First day of classes

We started classes on Tuesday, May 27th.

We are taking Creative Writing (in English) with Professor Rufo Quintavalle, and Translation of Classics (en français) with Professor Hédi Kaddour.

I think they’ll both be useful for us as translators– because we are writing as well as expressing the message of the author.

Prof. Quintavalle gave us two quotes to ponder about writing, the other day.

“The fiction I’m most interested in has lines of reference to the real world. None of my stories really happened, of course. But there’s always something, some element, something said to me or that I witnessed, that may be the starting place. Here’s an example: ‘That’s the last Christmas you’ll ever ruin for us!’ I was drunk when I heard that, but I remembered it. And later, much later, when I was sober using only that one line and other things I imagined, imagined so accurately that they could have happened, I made a story—‘A Serious Talk.’”
– Raymond Carver

“The artist uses his reason to discover an answering reason in everything he sees. For him, to be reasonable is to find, in the object, in the situation, in the sequence, the spirit which makes it itself. This is not an easy or simple thing to do. It is to intrude upon the timeless, and that is only done by the violence of a single-minded respect for the truth.

It follows from all this that there is no technique that can be discovered and applied to make it possible for one to write. If you go to a school where there are classes in writing, these classes should not be to teach you how to write, but to teach you the limits and possibilities of words and the respect due to them. One thing that is always with the writer– no matter how long he has written or how good he is– is the continuing process of learning how to write.”
– Flannery O’Connor

Weekend in Lyon

The weekend of May 23rd, we went to Lyon to attend a seminar at the Villa Gillet and the Assises Internationales du Roman (AIR).
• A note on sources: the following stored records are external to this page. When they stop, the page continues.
import { tablesQuerySchema, tableSorts, type TablesQuery } from '../../../shared/contract/index.ts';
import type { ListQuery } from '../../api/tables.ts';

export type Sort = TablesQuery['sort'];
export type Direction = TablesQuery['direction'];

/** What the address asks the list for: its names are the API's own. */
export interface ListView {
  readonly search: string;
  readonly tag: string | undefined;
  readonly state: TablesQuery['state'];
  readonly isArchived: boolean;
  readonly sort: Sort;
  readonly direction: Direction;
  /** Where the page begins; none for the first. */
  readonly cursor: string | undefined;
}

const names = ['search', 'tag', 'state', 'archived', 'sort', 'direction', 'cursor'] as const;
const filterNames = ['search', 'tag', 'state', 'archived'] as const;

/** What is asked for where the address does not say. */
const standard: Readonly<Record<string, string>> = { archived: 'no', sort: 'changed', direction: 'desc' };

/** Which end comes first when a column is first sorted by. */
const firstDirections: Readonly<Record<Sort, Direction>> = {
  changed: 'desc',
  title: 'asc',
  snr: 'desc',
  bytes: 'asc',
  length: 'asc',
  bits: 'asc',
};

/** Reads an address's query; what the list does not know or take is left out, as nobody typed it here. */
export function readListQuery(parameters: URLSearchParams): ListQuery {
  const query: Record<string, string> = {};
  for (const name of names) {
    const value = parameters.get(name);
    if (value === null || value === '' || value === standard[name]) continue;
    if (tablesQuerySchema.shape[name].safeParse(value).success) query[name] = value;
  }
  return query;
}

/** The same, with every default filled in. */
export function viewOf(query: ListQuery): ListView {
  const whole = tablesQuerySchema.parse(query);
  return {
    search: whole.search ?? '',
    tag: whole.tag,
    state: whole.state,
    isArchived: whole.archived === 'yes',
    sort: whole.sort,
    direction: whole.direction,
    cursor: whole.cursor,
  };
}

/** The query with some of it changed. A cursor is good for its own filters and order only, so it goes. */
export function changedQuery(
  query: ListQuery,
  part: Readonly<Record<string, string | undefined>>,
): Record<string, string> {
  const { cursor: _old, ...kept } = query;
  const merged = { ...kept, ...part };
  return Object.fromEntries(
    Object.entries(merged).flatMap(([name, value]) =>
      value === undefined || value === '' || value === standard[name] ? [] : [[name, value]],
    ),
  );
}

/** Sorted by a column: the other way round where it is already. */
export function sortedBy(query: ListQuery, sort: Sort): Record<string, string> {
  const view = viewOf(query);
  const direction = view.sort !== sort ? firstDirections[sort] : view.direction === 'asc' ? 'desc' : 'asc';
  return changedQuery(query, { sort, direction });
}

export const isFiltered = (query: ListQuery): boolean =>
  filterNames.some((name) => query[name] !== undefined);

/** Without filters, in the same order. */
export const unfiltered = (query: ListQuery): Record<string, string> =>
  changedQuery(query, Object.fromEntries(filterNames.map((name) => [name, undefined])));

export const isSort = (value: string): value is Sort => tableSorts.some((sort) => sort === value);
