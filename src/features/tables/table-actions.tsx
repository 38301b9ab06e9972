import { useMutation, useQueryClient } from '@tanstack/react-query';
import { useState } from 'react';
import { useNavigate } from 'react-router-dom';
import { newKey } from '../../api/new-key.ts';
import { duplicateTable, setArchived, tableQueries, type TaggedTable } from '../../api/tables.ts';
import { Button, icons, useToast } from '../../components/index.ts';
import { tablePath } from '../../paths.ts';
import { RenameDialog } from './rename-dialog.tsx';

interface TableActionsProps {
  team: string;
  table: TaggedTable;
  /** The revision in sight, which a duplicate begins with. */
  number: number;
}

/** What an author may do with the whole of a table. */
export function TableActions({ team, table, number }: TableActionsProps) {
  const [isRenaming, setIsRenaming] = useState(false);
  const queryClient = useQueryClient();
  const navigate = useNavigate();
  const toast = useToast();
  const onError = (fault: Error) => toast({ message: fault.message, tone: 'fault' });

  const take = async (changed: TaggedTable) => {
    queryClient.setQueryData(tableQueries.detail(team, changed.slug).queryKey, changed);
    await Promise.all([
      queryClient.invalidateQueries({ queryKey: tableQueries.lists(team) }),
      queryClient.invalidateQueries({ queryKey: tableQueries.tags(team).queryKey }),
    ]);
  };
  const archiving = useMutation({
    mutationFn: (isArchived: boolean) => setArchived(team, table.slug, isArchived, newKey()),
    onSuccess: async (changed) => {
      await take(changed);
      toast(
        changed.isArchived
          ? { message: 'Archived.', action: { label: 'Undo', onPress: () => archiving.mutate(false) } }
          : 'It is in the library again.',
      );
    },
    onError,
  });
  const duplicating = useMutation({
    mutationFn: () => duplicateTable(team, table.slug, { revision: number }, newKey()),
    onSuccess: async (made) => {
      await take(made);
      toast({ message: `${made.title} begins with revision ${number} of ${table.title}.`, tone: 'good' });
      await navigate(tablePath(team, made.slug));
    },
    onError,
  });
  const isBusy = archiving.isPending || duplicating.isPending;
  return (
    <>
      <Button icon={icons.edit} onPress={() => setIsRenaming(true)}>
        Rename and tag
      </Button>
      <Button icon={icons.copy} isDisabled={isBusy} onPress={() => duplicating.mutate()}>
        Duplicate
      </Button>
      <Button icon={icons.archive} isDisabled={isBusy} onPress={() => archiving.mutate(!table.isArchived)}>
        {table.isArchived ? 'Restore' : 'Archive'}
      </Button>
      <RenameDialog
        team={team}
        table={table}
        isOpen={isRenaming}
        onClose={() => setIsRenaming(false)}
        onChanged={take}
      />
    </>
  );
}
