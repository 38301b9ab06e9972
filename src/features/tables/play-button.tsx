import { IconButton, icons } from '../../components/index.ts';
import type { Playable, RowPlayer } from './row-player.ts';

export function PlayButton({ player, table }: { player: RowPlayer; table: Playable }) {
  const isOn = player.playing?.slug === table.slug;
  return (
    <IconButton
      size="small"
      label={isOn ? `Stop ${table.title}` : `Play ${table.title}`}
      icon={isOn ? icons.stop : icons.play}
      onPress={() => player.toggle(table)}
    />
  );
}

/** Stays in sight while something sounds, wherever the list is scrolled to. */
export function PlayingBar({ player }: { player: RowPlayer }) {
  if (player.playing === null) return null;
  return (
    <div className="playing-bar" role="status">
      <icons.volume />
      <span className="grow">
        {player.status === 'playing' ? 'Playing' : 'Fetching'} <strong>{player.playing.title}</strong>
        {player.status === 'playing' ? ', quietly.' : '…'}
      </span>
      <button type="button" className="button button-primary button-small" onClick={player.stop}>
        <icons.stop width="16" height="16" />
        Stop
      </button>
    </div>
  );
}
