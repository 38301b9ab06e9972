import type { KeyboardEvent } from 'react';
import { Link } from 'react-router-dom';
import type { TableSummary } from '../../../shared/contract/index.ts';
import type { ListQuery } from '../../api/tables.ts';
import { Moment } from '../../components/index.ts';
import { StairDrawing } from '../../plots/index.ts';
import { tablePath, tablesPath } from '../../paths.ts';
import { changedQuery, type Sort } from './list-query.ts';
import { PlayButton } from './play-button.tsx';
import type { RowPlayer } from './row-player.ts';
import { sayBytes, saySize, saySnr } from './say-figures.ts';
import { SortHead } from './sort-head.tsx';
import { StateWord } from '../../components/state-word.tsx';
import { useIsNarrow } from './use-is-narrow.ts';
import type { ChangeQuery } from './use-list-query.ts';

interface TablesListProps {
  team: string;
  tables: readonly TableSummary[];
  isArchived: boolean;
  query: ListQuery;
  player: RowPlayer;
  onChange: ChangeQuery;
}

/** The tables that were found: rows, or cards where there is no room for rows. */
export function TablesList(props: TablesListProps) {
  const isNarrow = useIsNarrow();
  const label = props.isArchived ? 'Archived tables' : 'Tables of the library';
  return (
    <div onKeyDown={walk}>
      {isNarrow ? <Cards {...props} label={label} /> : <Rows {...props} label={label} />}
    </div>
  );
}

function Rows({ team, tables, query, player, onChange, label }: TablesListProps & { label: string }) {
  const head = (sort: Sort) => ({ sort, query, onChange });
  return (
    <table className="ledger library-rows">
      <caption className="sr-only">{label}</caption>
      <thead>
        <tr>
          <th scope="col">
            <span className="sr-only">Listen</span>
          </th>
          <th scope="col">Staircase</th>
          <SortHead {...head('title')} />
          <SortHead {...head('length')} isNumber />
          <SortHead {...head('bits')} isNumber />
          <SortHead {...head('snr')} isNumber />
          <SortHead {...head('bytes')} isNumber />
          <th scope="col">State</th>
          <SortHead {...head('changed')} />
        </tr>
      </thead>
      <tbody>
        {tables.map((table) => (
          <tr key={table.slug}>
            <td>
              <PlayButton player={player} table={table} />
            </td>
            <td>
              <Stairs table={table} />
            </td>
            <td>
              <Name team={team} table={table} />
              <Tags team={team} query={query} tags={table.tags} />
              <Trouble player={player} table={table} />
            </td>
            <td className="is-number">{table.length.toLocaleString('en')}</td>
            <td className="is-number">{table.bits}</td>
            <td className="is-number">{saySnr(table.snrDb)}</td>
            <td className="is-number">{sayBytes(table.tableBytes)}</td>
            <td>
              <StateWord state={table.state} />
            </td>
            <td className="library-who">
              <Moment at={table.changedAt} />
              <span className="quiet">{table.changedBy.name}</span>
            </td>
          </tr>
        ))}
      </tbody>
    </table>
  );
}

function Cards({ team, tables, query, player, label }: TablesListProps & { label: string }) {
  return (
    <ul className="library-cards" aria-label={label}>
      {tables.map((table) => (
        <li key={table.slug} className="library-card">
          <div className="library-card-head">
            <PlayButton player={player} table={table} />
            <Name team={team} table={table} />
            <StateWord state={table.state} />
          </div>
          <Stairs table={table} />
          <p className="library-card-figures">
            <span>{saySize(table)}</span>
            <span>SNR {saySnr(table.snrDb)}</span>
            <span>{sayBytes(table.tableBytes)}</span>
          </p>
          <Tags team={team} query={query} tags={table.tags} />
          <p className="quiet">
            <Moment at={table.changedAt} />, {table.changedBy.name}
          </p>
          <Trouble player={player} table={table} />
        </li>
      ))}
    </ul>
  );
}

function Name({ team, table: { slug, title, latestRevision } }: { team: string; table: TableSummary }) {
  return (
    <span className="library-name">
      <Link to={tablePath(team, slug)} className="library-link" data-row>
        {title}
      </Link>{' '}
      <span className="quiet">rev. {latestRevision}</span>
    </span>
  );
}

function Tags({ team, query, tags }: { team: string; query: ListQuery; tags: readonly string[] }) {
  if (tags.length === 0) return null;
  return (
    <ul className="tag-list" aria-label="Tags">
      {tags.map((tag) => (
        <li key={tag}>
          <Link
            className="tag"
            to={tablesPath(team, String(new URLSearchParams(changedQuery(query, { tag }))))}
            aria-label={`Tables tagged ${tag}`}
          >
            {tag}
          </Link>
        </li>
      ))}
    </ul>
  );
}

/** Shares of full scale are drawn as codes of eight bits. */
function Stairs({ table: { title, drawing } }: { table: TableSummary }) {
  return <StairDrawing codes={drawing.high} low={drawing.low} bits={8} label={`Staircase of ${title}`} />;
}

function Trouble({ player, table }: { player: RowPlayer; table: TableSummary }) {
  if (player.trouble?.of.slug !== table.slug) return null;
  return (
    <p role="alert" className="library-trouble">
      {player.trouble.words}
    </p>
  );
}

/** Arrows go from table to table. */
function walk(event: KeyboardEvent<HTMLElement>) {
  const step = { ArrowDown: 1, ArrowUp: -1 }[event.key];
  if (step === undefined || !(event.target as Element).matches('[data-row]')) return;
  const links = [...event.currentTarget.querySelectorAll<HTMLElement>('[data-row]')];
  const goal = links[links.indexOf(event.target as HTMLElement) + step];
  if (!goal) return;
  event.preventDefault();
  goal.focus();
}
The city of Lyon was beautiful, sunny, and warm. A vacation within a vacation, compared to the grey of Paris. Old Lyon is filled with cobblestone streets and alleys, twisting and winding along, up and down the valley that the city is within. We were staying in a lovely hotel– it had exposed wooden beams in the ceilings of the rooms, fireplaces, rough stone walls in the passageways as well as modern amenities.
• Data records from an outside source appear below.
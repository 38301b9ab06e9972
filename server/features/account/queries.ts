import { and, asc, desc, eq, gt, isNull } from 'drizzle-orm';
import type { Executor } from '../../db/client.ts';
import { memberships, sessions, teams, users } from '../../db/schema/index.ts';

/** Sessions shown at once; more than a person will have. */
const sessionsShown = 100;

export const findMemberships = (executor: Executor, userId: number) =>
  executor
    .select({ teamSlug: teams.slug, teamName: teams.name, role: memberships.role })
    .from(memberships)
    .innerJoin(teams, eq(teams.id, memberships.teamId))
    .where(eq(memberships.userId, userId))
    .orderBy(asc(teams.name), asc(teams.id));

export const findSessions = (executor: Executor, userId: number) =>
  executor
    .select({
      id: sessions.id,
      client: sessions.client,
      createdAt: sessions.createdAt,
      lastSeenAt: sessions.lastSeenAt,
      expiresAt: sessions.expiresAt,
    })
    .from(sessions)
    .innerJoin(users, and(eq(users.id, sessions.userId), eq(users.sessionVersion, sessions.sessionVersion)))
    .where(and(eq(sessions.userId, userId), isNull(sessions.revokedAt), gt(sessions.expiresAt, new Date())))
    .orderBy(desc(sessions.lastSeenAt), desc(sessions.id))
    .limit(sessionsShown);

export type SessionRow = Awaited<ReturnType<typeof findSessions>>[number];

/** The account's row, locked until the transaction ends. */
export async function lockUser(transaction: Executor, userId: number) {
  const [user] = await transaction.select().from(users).where(eq(users.id, userId)).for('update');
  if (!user) throw new Error(`There is no user ${userId}.`);
  return user;
}

export async function lockUserByAddress(transaction: Executor, email: string) {
  const [user] = await transaction.select().from(users).where(eq(users.email, email)).for('update');
  return user as typeof user | undefined;
}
When we arrived, we went to the Villa Gillet, an old nobleman’s mansion and property that is now used for cultural events. It had a view from up on the hill looking out over Lyon, that we could see from the room where we had our seminar. It was taught by Professor Patrick McGuinness. He is currently a professor at Oxford, and had recently published a novel, titled “The Last Hundred Days”. He was also participating in the Assises because his novel had been translated into French. We had a great seminar, discussing translation with him, and we wished that we could take his class at Oxford!
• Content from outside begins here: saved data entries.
import { useId } from 'react';
import type { KeyboardEvent } from 'react';
import { Pressable, View } from 'react-native';
import Svg, { G, Line, Path, Rect } from 'react-native-svg';
import { Small, useTheme } from '../ui';
import { breakMark } from '../../shared/charts/section-layout';
import type { SectionLayerBox } from '../../shared/charts/section-layout';
import { ChartFrame } from './chart-frame';
import { ChartText, monoWidth } from './chart-text';
import { HatchedRect } from './hatched-rect';
import { layerHatch, sectionGeometry } from './section-geometry';
import type { DrawnLayer, SectionGeometry } from './section-geometry';

const LANE_PX = 15;
const DIMENSION_PX = 14;
const SECTION_PX = 96;
const INDEX_PX = 18;

export interface SectionDrawingProps {
  name: string;
  sentence: string;
  layers: DrawnLayer[];
  selectedIndex?: number;
  onSelect?: (index: number) => void;
}

/** The wall cut through: outside air left, headspace right, every layer hatched and dimensioned. */
export function SectionDrawing({ name, sentence, layers, selectedIndex, onSelect }: SectionDrawingProps) {
  const captionOf = (width: number) => sectionCaption(sectionGeometry(layers, width));
  return (
    <ChartFrame
      name={name}
      sentence={sentence}
      overlay={(width) => (
        <>
          {onSelect === undefined ? null : (
            <LayerTargets
              layers={layers}
              geometry={sectionGeometry(layers, width)}
              selectedIndex={selectedIndex}
              onSelect={onSelect}
            />
          )}
          <Small tone="third">{captionOf(width)}</Small>
        </>
      )}
    >
      {(width) => <Section layers={layers} width={width} selectedIndex={selectedIndex} />}
    </ChartFrame>
  );
}

function Section({
  layers,
  width,
  selectedIndex,
}: {
  layers: DrawnLayer[];
  width: number;
  selectedIndex?: number;
}) {
  const { colors } = useTheme();
  const geometry = sectionGeometry(layers, width);
  const { sectionX, sectionWidth, layout } = geometry;
  const top = sectionTop(geometry);
  const bottom = top + SECTION_PX;
  return (
    <Svg width={width} height={bottom + INDEX_PX + 4} aria-hidden>
      <G transform={`translate(${sectionX} 0)`}>
        {layout.boxes.map((box, index) => (
          <DimensionLine key={index} box={box} top={top} />
        ))}
        {layout.boxes.map((box, index) => (
          <DimensionLabel key={index} box={box} label={layers[index]?.gaugeLabel ?? ''} top={top} />
        ))}
        {layers.map((layer, index) => {
          const box = layout.boxes[index];
          if (box === undefined) return null;
          const rect = { x: box.x, y: top, width: box.width, height: SECTION_PX };
          return (
            <G key={index}>
              <HatchedRect rect={rect} hatch={layerHatch(layer)} />
              {box.breakX === null ? null : <Break x={box.breakX} top={top} />}
              <ChartText
                x={box.x + box.width / 2}
                y={bottom + 13}
                anchor="middle"
                font={index === selectedIndex ? 'monoMedium' : 'mono'}
                tone={index === selectedIndex ? 'ink' : 'second'}
                sizePx={box.width < 12 ? 9 : 11}
              >
                {String(index + 1)}
              </ChartText>
            </G>
          );
        })}
        {selectedIndex === undefined ? null : <Selection box={layout.boxes[selectedIndex]} top={top} />}
      </G>
      <ChartText x={sectionX - 14} y={top + SECTION_PX / 2} anchor="middle" font="regular" turned={-90}>
        outside air
      </ChartText>
      <ChartText
        x={sectionX + sectionWidth + 14}
        y={top + SECTION_PX / 2}
        anchor="middle"
        font="regular"
        turned={90}
      >
        headspace
      </ChartText>
      <Line
        x1={0}
        x2={width}
        y1={bottom + INDEX_PX + 3}
        y2={bottom + INDEX_PX + 3}
        stroke={colors.lineFaint}
      />
    </Svg>
  );
}

function dimensionY(top: number): number {
  return top - DIMENSION_PX + 4;
}

function labelYOf(box: SectionLayerBox, top: number): number {
  return dimensionY(top) - 6 - box.label.lane * LANE_PX;
}

/** All lines lie under all figures: a line led out may pass another layer's figure. */
function DimensionLine({ box, top }: { box: SectionLayerBox; top: number }) {
  const { colors } = useTheme();
  const y = dimensionY(top);
  const middle = box.x + box.width / 2;
  const labelY = labelYOf(box, top);
  const isLedOut = box.label.lane > 0 || Math.abs(box.label.centre - middle) > 3;
  return (
    <G>
      <Line x1={box.x} x2={box.x + box.width} y1={y} y2={y} stroke={colors.inkSecond} strokeWidth={1} />
      <Line x1={box.x} x2={box.x} y1={y - 4} y2={top} stroke={colors.inkSecond} strokeWidth={1} />
      <Line
        x1={box.x + box.width}
        x2={box.x + box.width}
        y1={y - 4}
        y2={top}
        stroke={colors.inkSecond}
        strokeWidth={1}
      />
      {isLedOut ? (
        <Path
          d={`M${middle} ${y}L${box.label.centre} ${labelY + 3}`}
          stroke={colors.inkThird}
          strokeWidth={0.75}
          fill="none"
        />
      ) : null}
    </G>
  );
}

function DimensionLabel({ box, label, top }: { box: SectionLayerBox; label: string; top: number }) {
  const { colors } = useTheme();
  const y = labelYOf(box, top);
  const width = monoWidth(label);
  return (
    <G>
      <Rect x={box.label.centre - width / 2} y={y - 9.5} width={width} height={12} fill={colors.sheet} />
      <ChartText x={box.label.centre} y={y} anchor="middle" tone="ink">
        {label}
      </ChartText>
    </G>
  );
}

function Break({ x, top }: { x: number; top: number }) {
  const { colors } = useTheme();
  const mark = breakMark(x, top, SECTION_PX);
  return (
    <>
      <Path d={mark.area} fill={colors.sheet} />
      <Path d={mark.left} stroke={colors.ink} strokeWidth={1} fill="none" />
      <Path d={mark.right} stroke={colors.ink} strokeWidth={1} fill="none" />
    </>
  );
}

function Selection({ box, top }: { box: SectionLayerBox | undefined; top: number }) {
  const { colors } = useTheme();
  if (box === undefined) return null;
  return (
    <>
      <Rect
        x={box.x}
        y={top}
        width={box.width}
        height={SECTION_PX}
        fill="none"
        stroke={colors.ink}
        strokeWidth={2.5}
      />
      <Rect x={box.x} y={top + SECTION_PX + INDEX_PX} width={box.width} height={3} fill={colors.ink} />
    </>
  );
}

interface LayerTargetsProps {
  layers: DrawnLayer[];
  geometry: SectionGeometry;
  selectedIndex: number | undefined;
  onSelect: (index: number) => void;
}

const STEP_BY_KEY: Partial<Record<string, number>> = {
  ArrowRight: 1,
  ArrowDown: 1,
  ArrowLeft: -1,
  ArrowUp: -1,
};

/** One radio per layer over its drawing: tap it, or walk through the wall with the arrow keys. */
function LayerTargets({ layers, geometry, selectedIndex, onSelect }: LayerTargetsProps) {
  const groupId = useId();
  const top = sectionTop(geometry);
  const onKeyDown = (event: KeyboardEvent<HTMLElement>) => {
    const lastIndex = layers.length - 1;
    const step = STEP_BY_KEY[event.key];
    const next =
      event.key === 'Home'
        ? 0
        : event.key === 'End'
          ? lastIndex
          : step === undefined
            ? null
            : Math.min(lastIndex, Math.max(0, (selectedIndex ?? 0) + step));
    if (next === null) return;
    event.preventDefault();
    onSelect(next);
    document.getElementById(`${groupId}-${next}`)?.focus();
  };
  return (
    <View
      role="radiogroup"
      aria-label="Layers, outside first"
      onKeyDown={onKeyDown}
      style={{
        position: 'absolute',
        top,
        left: geometry.sectionX,
        width: geometry.sectionWidth,
        height: SECTION_PX,
      }}
    >
      {layers.map((layer, index) => {
        const box = geometry.layout.boxes[index];
        if (box === undefined) return null;
        const isSelected = index === selectedIndex;
        return (
          <Pressable
            key={index}
            id={`${groupId}-${index}`}
            role="radio"
            aria-checked={isSelected}
            aria-label={`${index + 1}: ${layer.name}, ${layer.gaugeLabel}`}
            tabIndex={isSelected || (selectedIndex === undefined && index === 0) ? 0 : -1}
            onPress={() => onSelect(index)}
            style={{ position: 'absolute', left: box.x, width: box.width, top: 0, height: SECTION_PX }}
          />
        );
      })}
    </View>
  );
}

function sectionTop({ layout }: SectionGeometry): number {
  return layout.laneCount * LANE_PX + DIMENSION_PX;
}

function sectionCaption({ layout }: SectionGeometry): string {
  const parts = ['Layers to scale'];
  if (layout.hasBreaks) parts.push('cut short at the break marks');
  if (layout.hasWidened) parts.push('thin ones widened to be seen');
  return `${parts.join(', ')}.`;
}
We went to a number of the panels at the Assises:

Les jeunes romanciers face à la guerre with Delphine Coulin, Paolo Giordano, and Kevin Powers.

Comment redonner vie à une époque? with Ali Bader, Charles Lewinksy, and Chantal Thomas.

La littérature a-t-elle encore un rôle politique? with Martín Caparrós, Christos Chryssopoulos, Boubacar Boris Diop, and Patrick McGuinness.

All of the authors were available to speak with the audience afterwards in the tent where they were selling their books. I especially enjoyed speaking with Kevin Powers. I hadn’t heard of him or his book, but he has written a best seller called “The Yellow Birds” about the war in Iraq and it’s going to be made into a movie. He was really down to earth, and having been through the experiences that he was writing about, it sounded like his book was really authentic. When I get back to the U.S., I’m planning on reading it.

We also got to spend more time with Patrick McGuinness throughout the weekend, and it was interesting hearing him speak in the panel as well as in person.

On Sunday, we were sad to leave when we took the train back to Paris. Until next time, Lyon!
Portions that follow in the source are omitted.